Data for this task
----------------

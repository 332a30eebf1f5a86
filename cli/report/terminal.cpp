// Gap table, diagnosis and fit as text and JSON.
#include "cli/report/terminal.h"

#include <algorithm>
#include <cmath>

#include <fmt/format.h>
#include <nlohmann/json.hpp>

#include "core/value.h"

namespace ampbench::report {

using nlohmann::ordered_json;

namespace {
ordered_json finite_or_null(double v) { return std::isfinite(v) ? ordered_json(v) : ordered_json(nullptr); }
ordered_json value_or_null(const fit::DerivedValue& v) { return v.present ? finite_or_null(v.value) : ordered_json(nullptr); }
ordered_json ci_or_null(const fit::DerivedValue& v) {
    return v.present ? ordered_json::array({v.ci_low, v.ci_high}) : ordered_json(nullptr);
}
}  // namespace

std::string quantity_text(double v, const std::string& unit) {
    if (unit == "dB") return fmt::format("{:.2f} dB", v);
    return format_eng(v, unit, 4);
}

std::string gap_table(const std::vector<extract::GapRow>& rows) {
    std::string o = fmt::format("{:<18} {:>12}  {:<25} {:<24} {:>12}  {}\n", "quantity", "predicted", "tolerance band",
                                "measured ± U", "gap", "verdict");
    for (const auto& r : rows) {
        const std::string band = (r.band_low && r.band_high)
                                     ? quantity_text(*r.band_low, r.unit) + " … " + quantity_text(*r.band_high, r.unit)
                                     : std::string("—");
        const std::string measured =
            r.measured ? quantity_text(*r.measured, r.unit) + " ± " + quantity_text(r.coverage_k * r.u, r.unit) : std::string("—");
        const std::string gap = r.measured ? quantity_text(r.gap, r.unit) : std::string("—");
        o += fmt::format("{:<18} {:>12}  {:<25} {:<24} {:>12}  {}\n", r.quantity, quantity_text(r.predicted, r.unit), band,
                         measured, gap, r.verdict);
    }
    o += "(prediction includes the bench: generator output resistance and each probe's loading; U = 2u, 95 %)\n";
    return o;
}

std::string diagnosis_text(const std::vector<extract::FaultCandidate>& c) {
    if (c.empty()) return {};
    std::string o = "Diagnosis (single change that best explains the measured response)\n";
    for (size_t i = 0; i < c.size(); ++i)
        o += fmt::format("  {}. {:<36} fit quality (reduced χ²) {:.3g}\n", i + 1, c[i].change, c[i].score);
    return o;
}

ordered_json fit_json(const fit::ResponseFit& f) {
    ordered_json out;
    out["status"] = std::string(fit::to_string(f.report.status));
    out["usable"] = f.usable();
    out["model"] = f.model_name();
    out["midband_gain_db"] = finite_or_null(f.midband_gain_db.value);
    out["midband_gain_db_ci"] = {f.midband_gain_db.ci_low, f.midband_gain_db.ci_high};
    out["midband_freq_hz"] = finite_or_null(f.midband_freq_hz.value);
    out["peaking_db"] = finite_or_null(f.peaking_db.value);
    out["inverting"] = f.inverting ? ordered_json(*f.inverting) : ordered_json(nullptr);
    out["f_low_hz"] = value_or_null(f.f_low_hz);
    out["f_low_hz_ci"] = ci_or_null(f.f_low_hz);
    out["f_high_hz"] = value_or_null(f.f_high_hz);
    out["f_high_hz_ci"] = ci_or_null(f.f_high_hz);
    out["chi2_reduced"] = finite_or_null(f.report.chi2_reduced);
    out["brief"] = f.brief();
    out["notes"] = f.notes;
    return out;
}

ordered_json gap_json(const std::vector<extract::GapRow>& rows) {
    ordered_json a = ordered_json::array();
    for (const auto& r : rows) {
        ordered_json j;
        j["quantity"] = r.quantity;
        j["predicted"] = finite_or_null(r.predicted);
        j["band"] = (r.band_low && r.band_high) ? ordered_json::array({*r.band_low, *r.band_high}) : ordered_json(nullptr);
        j["measured"] = r.measured ? finite_or_null(*r.measured) : ordered_json(nullptr);
        j["u"] = finite_or_null(r.u);
        j["gap"] = r.measured ? finite_or_null(r.gap) : ordered_json(nullptr);
        j["verdict"] = r.verdict;
        a.push_back(j);
    }
    return a;
}

ordered_json diagnosis_json(const std::vector<extract::FaultCandidate>& c) {
    ordered_json a = ordered_json::array();
    for (const auto& x : c) a.push_back({{"change", x.change}, {"ref", x.ref}, {"kind", x.kind}, {"score", finite_or_null(x.score)}});
    return a;
}

std::string readings_text(const procedures::SessionAnalysis& a) {
    std::string t;
    if (a.method == "amplitude")
        t += "readings: the scope's own peak-to-peak measurement (magnitude only, no phase; about 1 % of full screen "
             "per channel, a wider uncertainty than a waveform fit)\n";
    else
        t += "readings: captured waveforms of both channels, joint sine fit\n";
    if (a.match)
        t += fmt::format("channel match: session {}, taken {}, {:.1f} days before this sweep; divided out of {} point(s){}\n",
                         a.match->session_id, a.match->taken_utc, a.match->age_days, a.match->points_corrected,
                         a.match->points_outside ? fmt::format(", {} outside its range", a.match->points_outside) : std::string());
    else
        t += "channel match: none for this scope; the bench's systematic terms (scope gain accuracy, channel skew) stand\n";
    return t;
}

nlohmann::ordered_json readings_json(const procedures::SessionAnalysis& a) {
    nlohmann::ordered_json j;
    j["method"] = a.method;
    if (a.match)
        j["match"] = {{"session", a.match->session_id}, {"taken_utc", a.match->taken_utc}, {"age_days", a.match->age_days},
                      {"points_corrected", a.match->points_corrected}, {"points_outside", a.match->points_outside}};
    else
        j["match"] = nullptr;
    return j;
}

std::string match_table(const std::vector<procedures::MatchRow>& rows) {
    std::string t = fmt::format("{:>12}  {:>22}  {:>22}\n", "frequency", "gain out/in ± U", "phase out−in ± U");
    double worst_db = 0, worst_deg = 0;
    for (const auto& row : rows) {
        t += fmt::format("{:>12}  {:>+11.4f} ± {:<6.4f} dB  {:>+10.4f} ± {:<6.4f} °\n", format_eng(row.freq_hz, "Hz", 4), row.gain_db,
                         2 * row.gain_db_sd, row.phase_deg, 2 * row.phase_deg_sd);
        worst_db = std::max(worst_db, std::abs(row.gain_db));
        worst_deg = std::max(worst_deg, std::abs(row.phase_deg));
    }
    t += fmt::format("largest mismatch {:.4f} dB, {:.4f}° (U = 2u, 95 %)\n", worst_db, worst_deg);
    return t;
}

}  // namespace ampbench::report
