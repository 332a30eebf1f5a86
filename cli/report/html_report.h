// The self-contained HTML report of a sweep session: Bode plots (inline SVG), gap table,
// diagnosis, DC readings, identities and calibration, the safety notice. All user text escaped.
#pragma once
#include <cstdint>
#include <string>

#include "cli/procedures/sweep.h"
#include "store/archive.h"

namespace ampbench::report {

std::string html_report(const store::SessionDetail& detail, const procedures::SessionAnalysis& analysis);

}  // namespace ampbench::report
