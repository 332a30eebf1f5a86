// Inline-SVG plots for the self-contained HTML reports: log-frequency axes, measured points with
// error bars, curves, a shaded band and marked frequencies. No scripts, fonts or images.
#pragma once

#include <optional>
#include <string>
#include <string_view>
#include <vector>

namespace ampbench::report {

// Escapes text for HTML element content and attribute values.
std::string html_escape(std::string_view text);

struct PlotPoint {
    double x = 0;        // frequency, Hz (plotted on a log axis)
    double y = 0;
    double y_err = 0;    // half-width of the error bar; 0 draws none
};

struct PlotCurve {
    std::string label;
    std::vector<PlotPoint> points;  // y_err ignored
    bool dashed = false;
    std::string css_class;          // "fit", "predicted", ...
};

struct PlotBand {
    std::string label;
    std::vector<double> x, low, high;
};

struct PlotMarker {
    double x = 0;
    std::string label;  // e.g. "f_low 42.1 Hz"
};

struct Plot {
    std::string id;       // element id, e.g. "gain-plot"
    std::string title;
    std::string y_label;  // e.g. "gain (dB)"
    std::vector<PlotPoint> measured;
    std::string measured_label = "measured";
    std::vector<PlotCurve> curves;
    std::optional<PlotBand> band;
    std::vector<PlotMarker> markers;
    int width_px = 760;
    int height_px = 320;
};

// One <svg> element. Measured points are <circle class="measured-point">, one per point.
std::string render_svg(const Plot& plot);

// Tick positions for a log axis spanning [lo, hi]: the decades (1, 10, 100, ...) inside it.
std::vector<double> log_decade_ticks(double lo, double hi);
// "Nice" linear ticks (1-2-5 steps), about `target` of them, covering [lo, hi].
std::vector<double> linear_ticks(double lo, double hi, int target = 6);

}  // namespace ampbench::report
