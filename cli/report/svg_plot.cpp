// SVG rendering of Bode-style plots; geometry in one place (the Frame) so every element maps
// data to pixels the same way.
#include "cli/report/svg_plot.h"

#include <algorithm>
#include <cmath>
#include <limits>

#include <fmt/format.h>

#include "core/value.h"

namespace ampbench::report {

std::string html_escape(std::string_view text) {
    std::string out;
    out.reserve(text.size());
    for (char c : text) {
        switch (c) {
            case '&': out += "&amp;"; break;
            case '<': out += "&lt;"; break;
            case '>': out += "&gt;"; break;
            case '"': out += "&quot;"; break;
            case '\'': out += "&#39;"; break;
            default: out += c;
        }
    }
    return out;
}

std::vector<double> log_decade_ticks(double lo, double hi) {
    std::vector<double> ticks;
    if (!(lo > 0) || !(hi > lo)) return ticks;
    for (int e = static_cast<int>(std::ceil(std::log10(lo) - 1e-9));
         e <= static_cast<int>(std::floor(std::log10(hi) + 1e-9)); ++e)
        ticks.push_back(std::pow(10.0, e));
    return ticks;
}

std::vector<double> linear_ticks(double lo, double hi, int target) {
    std::vector<double> ticks;
    if (!(hi > lo) || target < 2) return ticks;
    const double raw = (hi - lo) / target;
    const double mag = std::pow(10.0, std::floor(std::log10(raw)));
    double step = mag;
    for (double m : {1.0, 2.0, 5.0, 10.0}) {
        step = m * mag;
        if (step >= raw) break;
    }
    for (double t = std::ceil(lo / step) * step; t <= hi + step * 1e-9; t += step)
        ticks.push_back(std::fabs(t) < step * 1e-9 ? 0.0 : t);
    return ticks;
}

namespace {

struct Frame {
    double left = 64, right = 16, top = 34, bottom = 44;
    double width = 0, height = 0;
    double lx0 = 0, lx1 = 1, y0 = 0, y1 = 1;  // log10 x range and y range

    double px(double x) const {
        return left + (std::log10(x) - lx0) / (lx1 - lx0) * (width - left - right);
    }
    double py(double y) const {
        return top + (y1 - y) / (y1 - y0) * (height - top - bottom);
    }
};

void widen(double& lo, double& hi, double v) {
    if (!std::isfinite(v)) return;
    lo = std::min(lo, v);
    hi = std::max(hi, v);
}

std::string polyline(const Frame& f, const std::vector<PlotPoint>& pts) {
    std::string d;
    for (const auto& p : pts) {
        if (!(p.x > 0) || !std::isfinite(p.y)) continue;
        d += fmt::format("{}{:.1f},{:.1f}", d.empty() ? "M" : " L", f.px(p.x), f.py(p.y));
    }
    return d;
}

}  // namespace

std::string render_svg(const Plot& plot) {
    Frame f;
    f.width = plot.width_px;
    f.height = plot.height_px;
    double xlo = std::numeric_limits<double>::infinity(), xhi = -xlo;
    double ylo = xlo, yhi = -xlo;
    auto take = [&](double x, double y) {
        if (x > 0) widen(xlo, xhi, x);
        widen(ylo, yhi, y);
    };
    for (const auto& p : plot.measured) {
        take(p.x, p.y - p.y_err);
        take(p.x, p.y + p.y_err);
    }
    for (const auto& c : plot.curves)
        for (const auto& p : c.points) take(p.x, p.y);
    if (plot.band)
        for (size_t i = 0; i < plot.band->x.size(); ++i) {
            take(plot.band->x[i], plot.band->low[i]);
            take(plot.band->x[i], plot.band->high[i]);
        }
    if (!(xhi > xlo)) {
        xlo = 10;
        xhi = 1e6;
    }
    if (!(yhi > ylo)) {
        ylo = std::isfinite(ylo) ? ylo - 1 : -1;
        yhi = ylo + 2;
    }
    const double ypad = 0.06 * (yhi - ylo);
    f.lx0 = std::log10(xlo);
    f.lx1 = std::log10(xhi);
    if (f.lx1 - f.lx0 < 1e-6) {
        f.lx0 -= 0.5;
        f.lx1 += 0.5;
    }
    f.y0 = ylo - ypad;
    f.y1 = yhi + ypad;

    std::string s = fmt::format(
        "<svg id=\"{}\" class=\"plot\" xmlns=\"http://www.w3.org/2000/svg\" width=\"{}\" "
        "height=\"{}\" viewBox=\"0 0 {} {}\" role=\"img\" aria-label=\"{}\">\n",
        html_escape(plot.id), plot.width_px, plot.height_px, plot.width_px, plot.height_px,
        html_escape(plot.title));
    s += fmt::format("<text class=\"plot-title\" x=\"{}\" y=\"20\">{}</text>\n", f.left,
                     html_escape(plot.title));
    const double x_end = f.width - f.right, y_end = f.height - f.bottom;
    s += fmt::format(
        "<rect class=\"plot-area\" x=\"{:.1f}\" y=\"{:.1f}\" width=\"{:.1f}\" height=\"{:.1f}\"/>\n",
        f.left, f.top, x_end - f.left, y_end - f.top);

    // Grid and tick labels.
    for (double t : log_decade_ticks(std::pow(10.0, f.lx0), std::pow(10.0, f.lx1))) {
        const double x = f.px(t);
        s += fmt::format("<line class=\"grid\" x1=\"{0:.1f}\" y1=\"{1:.1f}\" x2=\"{0:.1f}\" "
                         "y2=\"{2:.1f}\"/>\n<text class=\"tick\" x=\"{0:.1f}\" y=\"{3:.1f}\" "
                         "text-anchor=\"middle\">{4}</text>\n",
                         x, f.top, y_end, y_end + 16, format_eng(t, "Hz", 3));
    }
    for (double t : linear_ticks(f.y0, f.y1)) {
        const double y = f.py(t);
        s += fmt::format("<line class=\"grid\" x1=\"{1:.1f}\" y1=\"{0:.1f}\" x2=\"{2:.1f}\" "
                         "y2=\"{0:.1f}\"/>\n<text class=\"tick\" x=\"{3:.1f}\" y=\"{4:.1f}\" "
                         "text-anchor=\"end\">{5:g}</text>\n",
                         y, f.left, x_end, f.left - 6, y + 4, t);
    }
    s += fmt::format("<text class=\"axis-label\" x=\"{:.1f}\" y=\"{:.1f}\" "
                     "text-anchor=\"middle\">frequency</text>\n",
                     (f.left + x_end) / 2, f.height - 6);
    s += fmt::format("<text class=\"axis-label\" transform=\"translate(14 {:.1f}) rotate(-90)\" "
                     "text-anchor=\"middle\">{}</text>\n",
                     (f.top + y_end) / 2, html_escape(plot.y_label));

    if (plot.band && !plot.band->x.empty()) {
        std::string d;
        const auto& b = *plot.band;
        for (size_t i = 0; i < b.x.size(); ++i)
            d += fmt::format("{}{:.1f},{:.1f}", i ? " L" : "M", f.px(b.x[i]), f.py(b.high[i]));
        for (size_t i = b.x.size(); i-- > 0;)
            d += fmt::format(" L{:.1f},{:.1f}", f.px(b.x[i]), f.py(b.low[i]));
        s += fmt::format("<path class=\"band\" d=\"{} Z\"><title>{}</title></path>\n", d,
                         html_escape(b.label));
    }
    for (const auto& c : plot.curves) {
        const std::string d = polyline(f, c.points);
        if (d.empty()) continue;
        s += fmt::format("<path class=\"curve {}\"{} d=\"{}\"><title>{}</title></path>\n",
                         html_escape(c.css_class), c.dashed ? " stroke-dasharray=\"6 4\"" : "", d,
                         html_escape(c.label));
    }
    for (const auto& m : plot.markers) {
        if (!(m.x > 0)) continue;
        const double x = f.px(m.x);
        s += fmt::format("<line class=\"marker\" x1=\"{0:.1f}\" y1=\"{1:.1f}\" x2=\"{0:.1f}\" "
                         "y2=\"{2:.1f}\"/>\n<text class=\"marker-label\" x=\"{3:.1f}\" "
                         "y=\"{4:.1f}\">{5}</text>\n",
                         x, f.top, y_end, x + 4, f.top + 12, html_escape(m.label));
    }
    for (const auto& p : plot.measured) {
        if (!(p.x > 0) || !std::isfinite(p.y)) continue;
        const double x = f.px(p.x);
        if (p.y_err > 0)
            s += fmt::format("<line class=\"error-bar\" x1=\"{0:.1f}\" y1=\"{1:.1f}\" "
                             "x2=\"{0:.1f}\" y2=\"{2:.1f}\"/>\n",
                             x, f.py(p.y - p.y_err), f.py(p.y + p.y_err));
        s += fmt::format("<circle class=\"measured-point\" cx=\"{:.1f}\" cy=\"{:.1f}\" r=\"3\">"
                         "<title>{} {:.4g}</title></circle>\n",
                         x, f.py(p.y), format_eng(p.x, "Hz", 4), p.y);
    }
    s += "</svg>\n";
    return s;
}

}  // namespace ampbench::report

----------------

Exercise goal
Exact reproduction of the lines from the top of the material through the line where "const std::string band" appears is required, both boundary lines included, with no other output.

Final answer
repository 332a30eebf1f5a86
filename cli/report/terminal.cpp
// Gap table, diagnosis and fit as text and JSON.
#include "cli/report/terminal.h"

#include <algorithm>
#include <cmath>

#include <fmt/format.h>
#include <nlohmann/json.hpp>

#include "core/value.h"

namespace ampbench::report {

using nlohmann::ordered_json;

namespace {
ordered_json finite_or_null(double v) { return std::isfinite(v) ? ordered_json(v) : ordered_json(nullptr); }
ordered_json value_or_null(const fit::DerivedValue& v) { return v.present ? finite_or_null(v.value) : ordered_json(nullptr); }
ordered_json ci_or_null(const fit::DerivedValue& v) {
    return v.present ? ordered_json::array({v.ci_low, v.ci_high}) : ordered_json(nullptr);
}
}  // namespace

std::string quantity_text(double v, const std::string& unit) {
    if (unit == "dB") return fmt::format("{:.2f} dB", v);
    return format_eng(v, unit, 4);
}

std::string gap_table(const std::vector<extract::GapRow>& rows) {
    std::string o = fmt::format("{:<18} {:>12}  {:<25} {:<24} {:>12}  {}\n", "quantity", "predicted", "tolerance band",
                                "measured ± U", "gap", "verdict");
    for (const auto& r : rows) {
        const std::string band = (r.band_low && r.band_high)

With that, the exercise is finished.